23. A method for managing a queue of data items for processing, the method comprising:

under control of a physical computing device having a communication layer that provides communication control for a plurality of computing nodes, at least some of the plurality of computing nodes comprising physical computing devices: determining whether the queue of data items is empty; adding a new data item to the queue of data items; removing a data item from the queue for processing; and removing a data item from the queue without processing the data item, wherein removing the data item from the queue without processing further comprises selecting the data item based at least partly on a probability function of time.

24. The method of claim 23, wherein the probability function of time is configured to have a value of zero for a period of time and increased values after the period of time.

25. The method of claim 24, wherein the probability function further comprises a quadratic function for the increased values.

26. The method of claim 23, the method further comprising:

upon determining that the queue changes from being empty to non-empty, setting a start time based at least in part on a current time minus a time when a last data item is inserted to the queue or a time when a last data item is removed from the queue without processing.

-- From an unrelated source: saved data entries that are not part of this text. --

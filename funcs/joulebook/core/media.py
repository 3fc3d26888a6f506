"""Media: one interface over real fluids and ideal gases, for states and processes.

A *medium* turns two independent properties into a :class:`Point` (T, P, v, u, h, s, x and
the phase word), SI throughout.

* :class:`RealMedium`: a fluid on its reference equation of state (see
  :mod:`joulebook.core.substances.fluids`).
* :class:`IdealMedium`: an ideal gas, P·v = R·T, with h = h⁰(T), u = h − R·T and
  s = s⁰(T) − R·ln(P/P₀), P₀ = 101.325 kPa, from either the ideal-gas part of the gas's
  equation of state or constant specific heats (see :mod:`joulebook.core.substances.gases`).

Substance text selects the medium: ``"water"`` is a real fluid; ``"air (ideal gas)"`` is the
ideal-gas model of air with c_p(T); ``"air | k = 1.4"`` (any model constant) is the
constant-c_p ideal gas.
"""

from __future__ import annotations

import math
import re
from dataclasses import dataclass
from functools import lru_cache

from .errors import BadInput, OutOfRange, fmt_value
from .roots import brent
from .substances import fluids, gases
from .units import UnitSystem, unit_system

__all__ = [
    "Point",
    "RealMedium",
    "IdealMedium",
    "LiquidMedium",
    "medium",
    "split_substance",
    "IDEAL_TAG",
    "is_if97_text",
]

IDEAL_TAG = "(ideal gas)"
_P0 = 101_325.0
_T_REF = 298.15  # K, zero of h for the constant-cp model
_GAS_KEYS = ("cp", "cv", "k", "R", "M")
_STATE_KEYS = fluids.INPUTS


@dataclass(frozen=True)
class Point:
    r"""A state, SI: K, Pa, m³/kg, J/kg, J/(kg·K); x is None outside the two-phase region.

    .. math:: h = u + P\,v

    Parameters
    ----------
    T : float
        Temperature (K).
    P : float
        Pressure (Pa).
    v : float
        Specific volume (m³/kg).
    u : float
        Specific internal energy (J/kg).
    h : float
        Specific enthalpy (J/kg).
    s : float
        Specific entropy (J/(kg·K)).
    x : float or None
        Quality (two-phase states only).
    phase : str
        The phase in words.

    References
    ----------
    .. [1] E. W. Lemmon, I. H. Bell, M. L. Huber, M. O. McLinden, reference equations of
       state as implemented by CoolProp: I. H. Bell et al., Ind. Eng. Chem. Res. 53 (2014)
       2498–2508.

    Examples
    --------
    >>> p = medium("water").point("T", 373.15, "x", 1.0)
    >>> p.phase, round(p.P)
    ('saturated vapor', 101418)
    """

    T: float
    P: float
    v: float
    u: float
    h: float
    s: float
    x: float | None
    phase: str


def split_substance(text: str) -> tuple[str, list[str], list[str]]:
    """Split substance/state text into (name, model-constant parts, state-spec parts).

    Parameters
    ----------
    text : str
        ``"air | k = 1.4 | T = 300 K | P = 1 bar"`` and the like.

    Returns
    -------
    tuple
        ``(name, [model constants], [state specifications])``.

    Raises
    ------
    BadInput
        A part that is not ``SYMBOL = value unit``.

    References
    ----------
    .. [1] docs/design.md §9 (ideal gases in state text).

    Examples
    --------
    >>> split_substance("air | k = 1.4 | T = 300 K | P = 1 bar")
    ('air', ['k = 1.4'], ['T = 300 K', 'P = 1 bar'])
    """
    parts = [p.strip() for p in str(text).split("|")]
    name = parts[0]
    consts, specs = [], []
    for p in parts[1:]:
        key = p.split("=", 1)[0].strip() if "=" in p else ""
        if key in _GAS_KEYS:
            consts.append(p)
        elif key:
            specs.append(p)
        else:
            raise BadInput(f"{p!r} in {text[:60]!r} is not 'SYMBOL = value unit'")
    if "=" in name and name.split("=", 1)[0].strip() in _GAS_KEYS:
        consts.insert(0, name)
        name = ""
    return name, consts, specs


class RealMedium:
    """A real fluid on its reference equation of state.

    Parameters
    ----------
    info : FluidInfo
        The fluid's constants and limits (:func:`joulebook.core.substances.fluids.fluid_info`).

    References
    ----------
    .. [1] E. W. Lemmon, I. H. Bell, M. L. Huber, M. O. McLinden, reference equations of
       state as implemented by CoolProp: I. H. Bell et al., Ind. Eng. Chem. Res. 53 (2014)
       2498–2508.

    Examples
    --------
    >>> w = medium("water")
    >>> type(w).__name__, round(w.read("h", "T", 298.15, "P", 1e5))
    ('RealMedium', 104919)
    """

    ideal = False

    def __init__(self, info: fluids.FluidInfo):
        self.info = info
        self.name = info.name
        self.model = info.eos
        self.R = info.R

    def text(self) -> str:
        """The fluid's name as substance text."""
        return self.name

    def point(self, a: str, va: float, b: str, vb: float, shows=None) -> Point:
        """The :class:`Point` fixed by properties *a* = *va* and *b* = *vb* (SI)."""
        info = self.info
        st = fluids._flash(info, a, va, b, vb, shows)
        two = fluids._is_two_phase(st)
        return Point(
            st.T(),
            st.p(),
            1.0 / st.rhomass(),
            st.umass(),
            st.hmass(),
            st.smass(),
            st.Q() if two else None,
            fluids.phase_word(info, st),
        )

    def read(self, want: str, a: str, va: float, b: str, vb: float, shows=None):
        """Property *want* (SI) at the state fixed by *a* = *va* and *b* = *vb*."""
        return fluids.state_props(self.name, [want], a, va, b, vb, shows)[0]


class IdealMedium:
    r"""An ideal gas (P·v = R·T) with c_p(T) or constant c_p.

    .. math:: h = h^0(T), \quad u = h - R\,T, \quad s = s^0(T) - R \ln(P/P_0)

    with P₀ = 101.325 kPa.

    Parameters
    ----------
    g : GasModel
        The gas model (:func:`joulebook.core.substances.gases.gas_model`).
    text : str
        The substance text it was named by.

    References
    ----------
    .. [1] E. W. Lemmon, I. H. Bell, M. L. Huber, M. O. McLinden, reference equations of
       state as implemented by CoolProp: I. H. Bell et al., Ind. Eng. Chem. Res. 53 (2014)
       2498–2508.
    .. [2] Y. A. Çengel, M. A. Boles, *Thermodynamics: An Engineering Approach*, 9th ed.,
       2019, §4-4 and §7-9 (ideal-gas u, h and s).

    Examples
    --------
    >>> air = medium("air | k = 1.4")
    >>> p = air.point("T", 300.0, "P", 1e5)
    >>> round(p.v, 5)                                   # R·T/P
    0.86115
    """

    ideal = True

    def __init__(self, g: gases.GasModel, text: str):
        self.g = g
        self.name = g.name
        self.model = f"ideal gas: {g.source}"
        self.R = g.R
        self._text = text

    def text(self) -> str:
        """The substance text the gas was named by."""
        return self._text

    # --- the model's temperature functions --------------------------------------------
    def h_T(self, T: float) -> float:
        """Specific enthalpy h⁰(T) (J/kg), zero at 298.15 K for constant c_p."""
        g = self.g
        gases._check_T(g, T)
        return g.cp_const * (T - _T_REF) if g.constant else gases._ig(g.internal, T)[1]

    def u_T(self, T: float) -> float:
        """Specific internal energy u = h⁰(T) − R·T (J/kg)."""
        return self.h_T(T) - self.R * T

    def s0_T(self, T: float) -> float:
        """Standard-state entropy s⁰(T) at P₀ = 101.325 kPa (J/(kg·K))."""
        g = self.g
        gases._check_T(g, T)
        return g.cp_const * math.log(T / _T_REF) if g.constant else gases._ig(g.internal, T)[2]

    def _T_from(self, fn, target: float, what: str) -> float:
        g = self.g
        lo, hi = g.T_min, g.T_max
        if g.constant:
            lo, hi = 1.0, 50_000.0
        flo, fhi = fn(lo) - target, fn(hi) - target
        if (flo > 0) == (fhi > 0):
            raise OutOfRange(
                f"{self.name}: {what} = {fmt_value(target)} lies outside the model's range "
                f"({fmt_value(lo)}–{fmt_value(hi)} K)"
            )
        return brent(
            lambda T: fn(T) - target,
            lo,
            hi,
            flo,
            fhi,
            xtol=1e-12,
            what=f"{self.name} T from {what}",
        )

    # --- flashing ------------------------------------------------------------------------
    def TP(self, a: str, va: float, b: str, vb: float) -> tuple[float, float]:
        """Temperature and pressure (K, Pa) fixed by *a* = *va* and *b* = *vb*."""
        if a == b:
            raise BadInput(f"{self.name}: the two state properties must differ (both are {a})")
        vals = {a: va, b: vb}
        if "x" in vals:
            raise BadInput(f"{self.name} is modelled as an ideal gas: it has no quality x")
        if "rho" in vals:
            r = vals.pop("rho")
            if not r > 0:
                raise OutOfRange(f"{self.name}: density must be > 0 (got {fmt_value(r)})")
            vals["v"] = 1.0 / r
        for k in ("P", "v", "T"):
            if k in vals and not vals[k] > 0:
                raise OutOfRange(f"{self.name}: {k} = {fmt_value(vals[k])} must be > 0 (absolute)")
        R = self.R
        if {"u", "h"} <= vals.keys() or ("T" in vals and ({"u", "h"} & vals.keys())):
            raise BadInput(
                f"{self.name}: for an ideal gas u and h depend on T alone; give P or v too"
            )
        if "T" in vals:
            T = vals["T"]
        elif "u" in vals:
            T = self._T_from(self.u_T, vals["u"], "u")
        elif "h" in vals:
            T = self._T_from(self.h_T, vals["h"], "h")
        elif {"P", "v"} <= vals.keys():
            T = vals["P"] * vals["v"] / R
        elif {"P", "s"} <= vals.keys():
            s_target = vals["s"] + R * math.log(vals["P"] / _P0)
            T = self._T_from(self.s0_T, s_target, "s")
        elif {"v", "s"} <= vals.keys():
            v, s = vals["v"], vals["s"]
            T = self._T_from(lambda T: self.s0_T(T) - R * math.log(R * T / (v * _P0)), s, "s")
        else:  # pragma: no cover - all pairs are handled above
            raise BadInput(f"{self.name}: the pair {a}, {b} does not fix an ideal-gas state")
        if "P" in vals:
            P = vals["P"]
        elif "v" in vals:
            P = R * T / vals["v"]
        elif "s" in vals:
            P = _P0 * math.exp((self.s0_T(T) - vals["s"]) / R)
        else:
            raise BadInput(f"{self.name}: give P, v or s with T, u or h")
        gases._check_T(self.g, T)
        return T, P

    def point(self, a: str, va: float, b: str, vb: float, shows=None) -> Point:
        """The :class:`Point` fixed by properties *a* = *va* and *b* = *vb* (SI)."""
        T, P = self.TP(a, va, b, vb)
        h = self.h_T(T)
        return Point(
            T,
            P,
            self.R * T / P,
            h - self.R * T,
            h,
            self.s0_T(T) - self.R * math.log(P / _P0),
            None,
            "ideal gas",
        )

    def read(self, want: str, a: str, va: float, b: str, vb: float, shows=None):
        """Property *want* (SI) at the state fixed by *a* = *va* and *b* = *vb*."""
        p = self.point(a, va, b, vb, shows)
        simple = {
            "T": p.T,
            "P": p.P,
            "v": p.v,
            "rho": 1.0 / p.v,
            "u": p.u,
            "h": p.h,
            "s": p.s,
            "Z": 1.0,
            "phase": p.phase,
        }
        if want in simple:
            return simple[want]
        if want in ("cp", "cv", "k"):
            return {"cp": gases.cp, "cv": gases.cv, "k": gases.k}[want](self.g, p.T)
        # ideal gas, P·v = R·T: β = 1/T, κ = 1/P, w = √(k·R·T), μ_JT = 0 (h depends on T alone)
        if want == "beta":
            return 1.0 / p.T
        if want == "kappa":
            return 1.0 / p.P
        if want == "w":
            return math.sqrt(gases.k(self.g, p.T) * self.R * p.T)
        if want == "mu_JT":
            return 0.0
        if want in ("mu", "nu", "lambda", "Pr", "sigma"):
            raise OutOfRange(
                f"{self.name} is modelled as an ideal gas, which has no transport properties: "
                f"give the real fluid's name (without '{IDEAL_TAG}') for {want}"
            )
        raise OutOfRange(f"{self.name} is modelled as an ideal gas: {want} is not defined")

27. The method of claim 26, the method further comprising:

setting an decay end time to zero;

upon determining that the queue is empty and a data item is being inserted to the queue, setting the start time based on the current time and the decay end time, wherein the start time is set to the current time if the current time is greater than or equal to the decay end time, and is set to (the current time−(the decay end time−the current time)) if the current time is less than the decay end time; and

upon determining that the queue is not empty and a data item is being inserted to the queue or removed from the queue, updating the decay end time based at least partly on the interval between the current time and the start time.

28. The method of claim 27, the method further comprising:

calculating an interval between the current time and the start time;

calculating a saturation time;

upon determining the interval is smaller than the saturation time, setting the decay end time to the current time plus the interval; and

upon determining that the interval is larger than or equal to the saturation time, setting the decay end time to the current time plus the saturation time.